Task details: Only the lines from the one with "1.0, 8.0), Medium(5000.0)" to the end of the records are wanted, each repeated exactly, both ends included.

═════ Data section

"""Limits and signs of the rate law, the transfer between volumes, and events on a loop."""

from __future__ import annotations

from dataclasses import replace

import numpy as np
import pytest
from hypothesis import given, settings
from hypothesis import strategies as st

from fertui.chemistry.ions import INDEX, IONS
from fertui.loop import (
    INERT,
    ROOT,
    STORE,
    Circuit,
    Drive,
    Event,
    Hold,
    Kinetics,
    Medium,
    Plants,
    Timeline,
    apply,
    simulate,
    start,
    temperature_notice,
    uptake,
)
from fertui.loop.transfer import alone, transfer
from tests.loop.invented_sites import FEED, NITRIC, UPTAKE, WELL
from tests.loop.invented_sites import ROOT as REFERENCE

PLANTS = Plants(UPTAKE, REFERENCE, 3.0)


def test_reference_composition_returns_the_uptake_concentration() -> None:
    taken = uptake(PLANTS, REFERENCE[None], 3.0)[0]
    np.testing.assert_allclose(taken[:-1], 3.0 * UPTAKE[:-1], rtol=1e-12)


@pytest.mark.parametrize("ion", IONS[:-1])
def test_carriers_are_half_full_at_cmin_plus_km(ion: str) -> None:
    """Michaelis-Menten with Cmin (Claassen & Barber 1976, from memory): half the maximum at Cmin + Km, none at Cmin."""
    plain = Kinetics()._replace(b=np.zeros(10), antagonism=0.0, salt_half=1e12)
    plants, column = replace(PLANTS, kinetics=plain), INDEX[ion]
    full, half, none = (REFERENCE.copy() for _ in range(3))
    full[column], half[column] = 1e6, plain.c_min[column] + plain.km[column]
    none[column] = plain.c_min[column]
    taken = uptake(plants, np.stack([full, half, none]), 3.0)[:, column]
    assert taken[1] / taken[0] == pytest.approx(0.5, rel=1e-6)
    assert taken[2] == 0.0


def test_water_acts_with_its_exponent_and_light_takes_its_share() -> None:
    dull, bright = uptake(PLANTS, REFERENCE[None], 1.5)[0], uptake(PLANTS, REFERENCE[None], 3.0)[0]
    assert dull[0] / bright[0] == pytest.approx(0.5**0.6)
    assert dull[INDEX["Na"]] / bright[INDEX["Na"]] == pytest.approx(0.5)
    by_light = replace(PLANTS, light_share=np.ones(10))
    assert uptake(by_light, REFERENCE[None], 1.5, light=2.0)[0, 0] == pytest.approx(2.0 * bright[0])


def test_cold_roots_take_up_less_but_for_calcium() -> None:
    """Q10 of 2 for K, 1 for Ca: barley influx (J. Exp. Bot., abstract)."""
    cold, usual = uptake(PLANTS, REFERENCE[None], 3.0, excursion_c=-10.0)[0], uptake(PLANTS, REFERENCE[None], 3.0)[0]
    assert cold[0] / usual[0] == pytest.approx(0.5)
    assert cold[1] == usual[1]


@pytest.mark.parametrize(("root_c", "word"), [(14.9, "below"), (15.0, ""), (26.0, ""), (26.1, "above")])
def test_root_temperature_notice(root_c: float, word: str) -> None:
    """15 and 26 C: common practice, no source."""
    assert (word in temperature_notice(root_c)) if word else temperature_notice(root_c) == ""


def test_a_reference_without_an_ion_that_is_taken_up_is_refused() -> None:
    with pytest.raises(ValueError, match="too low: K"):
        Plants(UPTAKE, REFERENCE * (np.arange(10) != 0), 3.0)


@settings(max_examples=40, deadline=None)
@given(st.lists(st.floats(0.0, 30.0), min_size=4, max_size=4), st.floats(0.01, 3.0))
def test_transfer_is_the_matrix_exponential(rates: list[float], days: float) -> None:
    """Outside judge: scipy.linalg.expm of the augmented matrix."""
    from scipy.linalg import expm

    r, q, extra_p, extra_w = rates
    matrix = np.array([[-(r + extra_p), q], [r, -(q + extra_w)]])
    x, s = np.array([3.0, 5.0]), np.array([2.0, 1.0])
    augmented = np.zeros((5, 5))
    augmented[:2, :2], augmented[:2, 4], augmented[2:4, :2] = matrix, s, np.eye(2)
    expected = expm(augmented * days) @ np.array([*x, 0.0, 0.0, 1.0])
    step = transfer(*(np.full((1, 1), rate) for rate in (r + extra_p, q, r, q + extra_w)), days)
    pairs = [tuple(np.full((1, 1), value) for value in pair) for pair in (x, s)]
    found = [float(value[0, 0]) for value in (*step.end(*pairs), *step.integral(*pairs))]
    np.testing.assert_allclose(found, expected[:4], rtol=1e-6, atol=1e-9)


def test_one_volume_is_two_volumes_without_a_store() -> None:
    w, x, s = np.full((2, 10), 0.7), np.full((2, 10), 5.0), np.full((2, 10), 1.5)
    nothing = np.zeros_like(w)
    single, double = alone(w, 0.8), transfer(nothing, nothing, nothing, w, 0.8)
    for one, two in ((single.end, double.end), (single.integral, double.integral)):
        np.testing.assert_allclose(one((nothing, x), (nothing, s))[1], two((nothing, x), (nothing, s))[1], rtol=1e-7)


def test_events_add_take_and_empty() -> None:
    circuit = Circuit("shared-tank", 1.0, 5.0, store_l=10.0)
    state = start(circuit, INERT, REFERENCE)
    dosed, moved = apply(circuit, INERT, state, Event(0.0, "dose", ions_mmol=FEED))
    np.testing.assert_allclose(dosed.ions_mmol[0, STORE], state.ions_mmol[0, STORE] + FEED)
    np.testing.assert_allclose(moved.cause("dose")[0], FEED)
    emptied, out = apply(circuit, INERT, dosed, Event(0.0, "bleed", litres=np.inf, point="tank"))
    assert emptied.water_l[0, STORE] == 0.0
    assert (emptied.ions_mmol[0, STORE] == 0.0).all()
    assert out.litres[0, 5] == 10.0
    with pytest.raises(ValueError, match="point"):
        apply(circuit, INERT, state, Event(0.0, "dose", point="gutter"))
    with pytest.raises(ValueError, match="cause"):
        apply(circuit, INERT, state, Event(0.0, "rain"))


def test_events_happen_at_their_own_hour() -> None:
    """A bleed at 06:00 takes the solution of 06:00, one at 18:00 that of 18:00."""
    circuit = Circuit("known-feed", 1.0, 8.0)
    drive = Drive(irrigation_l_d=6.0, crop_l_d=3.0, feed_from=0.2 * FEED)
    lost = [
        simulate(
            circuit, INERT, PLANTS, start(circuit, INERT, REFERENCE),
            Timeline(((0.0, drive),), (Event(hour / 24, "bleed", litres=1.0, point="root_zone"),)), [1.0],
        ).account().row("Na")["bleed"]
        for hour in (6.0, 18.0)
    ]  # fmt: skip
    assert lost[0] < lost[1] < 0.0


def test_irrigation_that_stops_lets_the_slab_dry_to_its_last_water() -> None:
    circuit = Circuit("known-feed", 1.0, 8.0)
    run = simulate(
        circuit, INERT, PLANTS, start(circuit, INERT, REFERENCE),
        Timeline(((0.0, Drive(crop_l_d=3.0)), (5.0, Drive(irrigation_l_d=6.0, crop_l_d=3.0, feed_from=FEED)))),
        [5.0, 10.0],
    )  # fmt: skip
    assert run.states[1].water_l[0, ROOT] == pytest.approx(0.05 * 8.0)
    assert run.end.water_l[0, ROOT] == pytest.approx(8.0)


def test_drain_share_of_a_blended_loop() -> None:
    circuit = Circuit("drain-blend", 1.0, 8.0, store_l=3.0, store_max_l=3.0, drain_share=0.5)
    drive = Drive(irrigation_l_d=4.0, crop_l_d=2.0, make_up=WELL)
    run = simulate(circuit, INERT, PLANTS, start(circuit, INERT, REFERENCE), Timeline(((0.0, drive),)), [1.0])
    np.testing.assert_allclose(run.feeds[0][0], 0.5 * REFERENCE + 0.5 * WELL)


def test_a_hold_that_cannot_reach_its_set_point_is_refused() -> None:
    with pytest.raises(ValueError, match="does not move the reading"):
        Hold("acid", -NITRIC, np.eye(10)[9] * -1.0, 0.0, -0.5)


def test_capacity_beyond_all_cations_leaves_sites_to_hydrogen() -> None:
    """Fewer cations than sites: the medium takes what there is, alkalinity carries the hydrogen it gives for it."""
    circuit, medium = Circuit("known-feed", 1.0, 8.0), Medium(5000.0)
    state = start(circuit, INERT, REFERENCE)._replace(exchanged_meq=np.zeros((1, 5)))
    run = simulate(circuit, medium, PLANTS, state, Timeline(((0.0, Drive()),)), [1.0])
    np.testing.assert_allclose(run.end.ions_mmol[0, ROOT, :5], 0.0, atol=1e-6)
    assert run.account().gap().max() < 1e-9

══════════

Reply:
    circuit, medium = Circuit("known-feed", 1.0, 8.0), Medium(5000.0)
    state = start(circuit, INERT, REFERENCE)._replace(exchanged_meq=np.zeros((1, 5)))
    run = simulate(circuit, medium, PLANTS, state, Timeline(((0.0, Drive()),)), [1.0])
    np.testing.assert_allclose(run.end.ions_mmol[0, ROOT, :5], 0.0, atol=1e-6)
    assert run.account().gap().max() < 1e-9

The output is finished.